Once the line containing "how = ws.cell(offset + 2, 1, how or HOW)" is found in the records below, return it and each following line exactly, up to and including the line containing "# over three", and nothing else.

[Extracted information Boundary: Start]

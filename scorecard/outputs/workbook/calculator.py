"""The Calculator sheet: a value or an attribute per characteristic, and the score.

A numeric characteristic takes the raw value (its attribute is found by formula from the
rules table under the calculator, see ``calculator_values``); a categorical one takes an
attribute chosen from a list.

The points come from the Points sheet by formula, so the sheet stays right if someone edits a
point there. Lookups use ``EXACT`` inside ``SUMPRODUCT``: unlike ``MATCH`` it neither treats
``*`` and ``?`` in a label as wildcards nor ignores case, and both Excel and LibreOffice
evaluate it without array entry. Drop-down lists read a named cell range on the Points sheet,
because attribute labels may contain commas that an inline list would split.
"""

from __future__ import annotations

import re

import pandas as pd
from openpyxl.utils import quote_sheetname
from openpyxl.workbook.defined_name import DefinedName
from openpyxl.worksheet.datavalidation import DataValidation
from openpyxl.worksheet.worksheet import Worksheet

from scorecard.card import frames as card_frames
from scorecard.card.scoring import REFUSED_PREFIX, bin_codes
from scorecard.outputs.workbook import style
from scorecard.outputs.workbook.calculator_values import write_value_rules
from scorecard.outputs.workbook.tables import (
    FIRST_ROW_HEIGHT,
    MAX_WIDTH,
    header_height,
    safe_value,
    set_print_layout,
)

POINTS_SHEET = "Points"
ATTRIBUTE_COLUMN, POINTS_COLUMN = "B", "C"
HEADERS = ["Characteristic", "Value or attribute", "Attribute", "Points", "Check"]
DRIVEN_HEADERS = ["Characteristic", "Value (from the Calculator)", "Attribute", "Points", "Check"]
MAX_NAME = 200
HOW = ("For a numeric characteristic type its value in column B (leave the cell empty for a "
       "missing value); the table on the right finds its attribute. For a categorical one "
       "choose an attribute from the list. The points come from the Points sheet; a check "
       "other than 'ok' means the entry has no attribute, or one the card refuses to score "
       "(then there is no total, as scorecard score gives none).")
DRIVEN_HOW = ("This card's calculator reads the values typed on the Calculator sheet (type them "
              "there): a numeric value or a categorical level in column B finds its attribute "
              "by the table on the right; the points come from this card's Points sheet.")


def defined_name(prefix: str, text: str, taken: set) -> str:
    """A workbook name made of ``prefix`` and ``text``, safe for any spreadsheet program.

    Only letters, digits and underscores are kept; the prefix keeps the name from looking
    like a cell reference; a number is appended when the name (case ignored) is taken.

    Examples
    --------
    >>> taken = set()
    >>> defined_name("attributes", "late payments (12m)", taken)
    'attributes_late_payments__12m_'
    >>> defined_name("attributes", "late-payments (12m)", taken)
    'attributes_late_payments__12m__2'
    """
    base = f"{prefix}_{re.sub(r'[^A-Za-z0-9_]', '_', text)}"[:MAX_NAME]
    name, k = base, 1
    while name.lower() in taken:
        k += 1
        name = f"{base}_{k}"
    taken.add(name.lower())
    return name


def default_attribute(char) -> int:
    """Index of the attribute with the most development rows (the first of equals)."""
    counts = [b.count for b in char.bins]
    return counts.index(max(counts))


def typical_value(char, index: int) -> float | None:
    """A number that the product's scoring puts in bin ``index`` of a numeric characteristic.

    None for the missing bin (an empty cell) or when no simple candidate lands there.

    Examples
    --------
    >>> from scorecard.card.scorecard import Bin, Characteristic, RANGE
    >>> bins = (Bin("< 1", RANGE, 60, 40, -0.4, 10, upper=1.0),
    ...         Bin(">= 1", RANGE, 90, 10, 1.0, 30, lower=1.0))
    >>> c = Characteristic("x", "numeric", bins, 1.0, "R01", "x", cuts=(1.0,),
    ...                    development_range=(0.0, 4.0))
    >>> typical_value(c, 0), typical_value(c, 1)
    (0.0, 1.0)
    """
    b = char.bins[index]
    low = char.development_range[0] if char.development_range else None
    candidates = [b.value, b.lower, low, None if b.upper is None else b.upper - 1]
    if char.development_range:
        candidates.append(char.development_range[1] + 1)
    for value in candidates:
        if value is not None:
            codes, _ = bin_codes(char, pd.Series([float(value)]))
            if codes[0] == index:
                return float(value)
    return None


def write_headers(ws: Worksheet, headers=HEADERS) -> None:
    """The calculator's header row (row 1) and the height of its first entry row."""
    for col, text in enumerate(headers, start=1):
        cell = ws.cell(1, col, text)
        cell.font, cell.fill, cell.border = style.HEADER_FONT, style.HEADER_FILL, style.HEADER_BORDER
        cell.alignment = style.HEADER_RIGHT if text == "Points" else style.HEADER_LEFT
    ws.row_dimensions[1].height = header_height(1)
    ws.row_dimensions[2].height = FIRST_ROW_HEIGHT


def write_calculator(ws: Worksheet, card, points_header: int, *, points_sheet=POINTS_SHEET,
                     taken: set | None = None, inputs: dict | None = None) -> None:
    """Fill the calculator; ``points_header`` is the header row of the Points sheet's table.

    ``points_sheet`` names the sheet of the card's points and ``taken`` the workbook names in
    use (a segmented workbook holds one calculator per card). With ``inputs`` (characteristic
    name -> a cell of another sheet, ``"Calculator!$B$3"``) the sheet takes no entries of its
    own: it reads each raw value there, a categorical characteristic's level included, as the
    segmented workbook's Calculator drives its cards' calculators.
    """
    wb = ws.parent
    taken = set() if taken is None else taken
    write_headers(ws, HEADERS if inputs is None else DRIVEN_HEADERS)
    k = len(card.characteristics)
    labels = write_totals(ws, k + 1, card.scaling, None if inputs is None else DRIVEN_HOW)
    value_formulas = write_value_rules(ws, card,
                                       lambda prefix, c: defined_name(prefix, c.name, taken),
                                       levels=inputs is not None)
    sheet = quote_sheetname(points_sheet)
    first = points_header + 1
    for row, char in enumerate(card.characteristics, start=2):
        last = first + len(char.bins) - 1
        attributes = defined_name("attributes", char.name, taken)
        points = defined_name("points", char.name, taken)
        wb.defined_names[attributes] = DefinedName(
            attributes, attr_text=f"{sheet}!${ATTRIBUTE_COLUMN}${first}:${ATTRIBUTE_COLUMN}${last}")
        wb.defined_names[points] = DefinedName(
            points, attr_text=f"{sheet}!${POINTS_COLUMN}${first}:${POINTS_COLUMN}${last}")
        if inputs is None:
            _characteristic_row(ws, row, char, attributes, points, first - 1,
                                value_formulas.get(char.name))
        else:
            _driven_row(ws, row, char, attributes, points, first - 1,
                        value_formulas[char.name], inputs[char.name])
        first = last + 1
    names = [c.name for c in card.characteristics]
    choices = [label for c in card.characteristics for label in card_frames.attribute_labels(c)]
    ws.column_dimensions["A"].width = min(MAX_WIDTH, max(map(len, names + labels)) + 2)
    # Room for the drop-down arrow beside the longest attribute.
    ws.column_dimensions["B"].width = min(MAX_WIDTH, max(map(len, choices + ["Value or"])) + 4)
    ws.column_dimensions["C"].width = min(MAX_WIDTH, max(map(len, choices + ["Attribute"])) + 3)
    ws.column_dimensions["D"].width = 12
    ws.column_dimensions["E"].width = 34
    ws.freeze_panes = "A2"
    set_print_layout(ws, repeat_rows="1:1")


def _characteristic_row(ws, row, char, attributes, points, offset, value_formula) -> None:
    labels = card_frames.attribute_labels(char)
    ws.cell(row, 1, safe_value(char.name)).alignment = style.TEXT
    chosen = default_attribute(char)
    entry = ws.cell(row, 2)
    entry.fill = style.INPUT_FILL
    if value_formula is not None:
        entry.value = typical_value(char, chosen)
        ws.cell(row, 3, "=" + value_formula(f"B{row}")).alignment = style.TEXT
        rule = DataValidation(type="decimal", operator="between", formula1="-1E+307",
                              formula2="1E+307", allow_blank=True, showErrorMessage=True,
                              errorTitle="Not a number",
                              error="Type a number, or leave the cell empty for a missing value.")
        wrong = f'IF(ISBLANK(B{row}),"empty, and it has no missing attribute","type a number")'
    else:
        entry.value, entry.alignment = safe_value(labels[chosen]), style.TEXT
        found = f"SUMPRODUCT(EXACT({attributes},B{row})*1)=1"
        ws.cell(row, 3, f"=IF({found},B{row},NA())").alignment = style.TEXT
        rule = DataValidation(type="list", formula1=f"={attributes}", allow_blank=False,
                              showErrorMessage=True, errorTitle="Not an attribute",
                              error="Choose one of the attributes in the list.")
        wrong = '"choose one of its attributes"'
    _points_and_check(ws, row, char, attributes, points, offset, wrong)
    ws.add_data_validation(rule)
    rule.add(entry)


def _driven_row(ws, row, char, attributes, points, offset, value_formula, source) -> None:
    """A characteristic row whose raw value is read from ``source`` (another sheet's cell)."""
    ws.cell(row, 1, safe_value(char.name)).alignment = style.TEXT
    ws.cell(row, 2, f'=IF(ISBLANK({source}),"",{source})').alignment = style.TEXT
    ws.cell(row, 3, "=" + value_formula(source)).alignment = style.TEXT
    other = "type a number" if char.kind == "numeric" else "a level this card has no attribute for"
    wrong = f'IF(ISBLANK({source}),"empty, and it has no missing attribute","{other}")'
    _points_and_check(ws, row, char, attributes, points, offset, wrong)


def formula_text(value) -> str:
    """A string literal of a formula.

    Examples
    --------
    >>> print(formula_text('5" tyres'))
    "5"" tyres"
    """
    return '"' + str(value).replace('"', '""') + '"'


def _points_and_check(ws, row, char, attributes, points, offset, wrong) -> None:
    """Columns D and E: the attribute's points from the Points sheet, and the check.

    An attribute the card refuses (a bin whose scoring rule is ``reject``) gives no points and
    so no total, as ``scorecard score`` leaves the row's score empty, and its check says so.
    """
    position = f"SUMPRODUCT(EXACT({attributes},C{row})*(ROW({attributes})-{offset}))"
    lookup = f"INDEX({points},{position})"
    check = '"ok"'
    refused = [label for label, b in zip(card_frames.attribute_labels(char), char.bins)
               if b.rejected]
    if refused:
        test = "OR(" + ",".join(f"EXACT(C{row},{formula_text(label)})" for label in refused) + ")"
        lookup = f"IF({test},NA(),{lookup})"
        check = (f'IF({test},{formula_text(f"refused: the card gives no score ({REFUSED_PREFIX}{char.name})")},'
                 f'"ok")')
    ws.cell(row, 4, f"=IF(ISERROR(C{row}),NA(),{lookup})").number_format = style.INTEGER
    ws.cell(row, 5, f"=IF(ISERROR(C{row}),{wrong},{check})").alignment = style.TEXT


def write_totals(ws, last_char_row: int, scaling, how: str | None = None) -> list[str]:
    """Total score, odds and bad probability, and the scaling they are computed from.

    Returns the labels written in column A.
    """
    total, odds, probability = last_char_row + 2, last_char_row + 3, last_char_row + 4
    base, base_odds, pdo, factor, offset = range(last_char_row + 7, last_char_row + 12)
    rows = [
        (total, "Total score", f"=SUM(D2:D{last_char_row})", style.INTEGER),
        (odds, "Good:bad odds", f"=EXP((D{total}-D{offset})/D{factor})", "#,##0.00"),
        (probability, "Bad probability", f"=1/(1+D{odds})", "0.00%"),
        (base, "Base score", scaling.base_score, "0.##"),
        (base_odds, "Good:bad odds at the base score", scaling.base_odds, "0.##"),
        (pdo, "Points to double the odds", scaling.pdo, "0.##"),
        (factor, "Factor = points to double the odds / LN(2)", f"=D{pdo}/LN(2)", style.WOE),
        (offset, "Offset = base score - factor x LN(odds)", f"=D{base}-D{factor}*LN(D{base_odds})",
         style.WOE),
    ]
    for row, label, value, number_format in rows:
        ws.cell(row, 1, label).font = style.BOLD
        cell = ws.cell(row, 4, value)
        cell.number_format = number_format
        if row in (total, odds, probability):
            cell.font = style.BOLD
    ws.cell(base - 1, 1, "Scaling").font = style.HEADING_FONT
    how = ws.cell(offset + 2, 1, how or HOW)
    how.font, how.alignment = style.NOTE_FONT, style.WRAP
    # The rules table fills the columns to the right, so the note wraps within the calculator,
    # over three rows of their own height: a taller row would open a gap in that table.
    ws.merge_cells(start_row=offset + 2, start_column=1, end_row=offset + 4, end_column=5)
    return [label for _, label, _, _ in rows]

[Extracted information Boundary: End]

[The answer]
    how = ws.cell(offset + 2, 1, how or HOW)
    how.font, how.alignment = style.NOTE_FONT, style.WRAP
    # The rules table fills the columns to the right, so the note wraps within the calculator,
    # over three rows of their own height: a taller row would open a gap in that table.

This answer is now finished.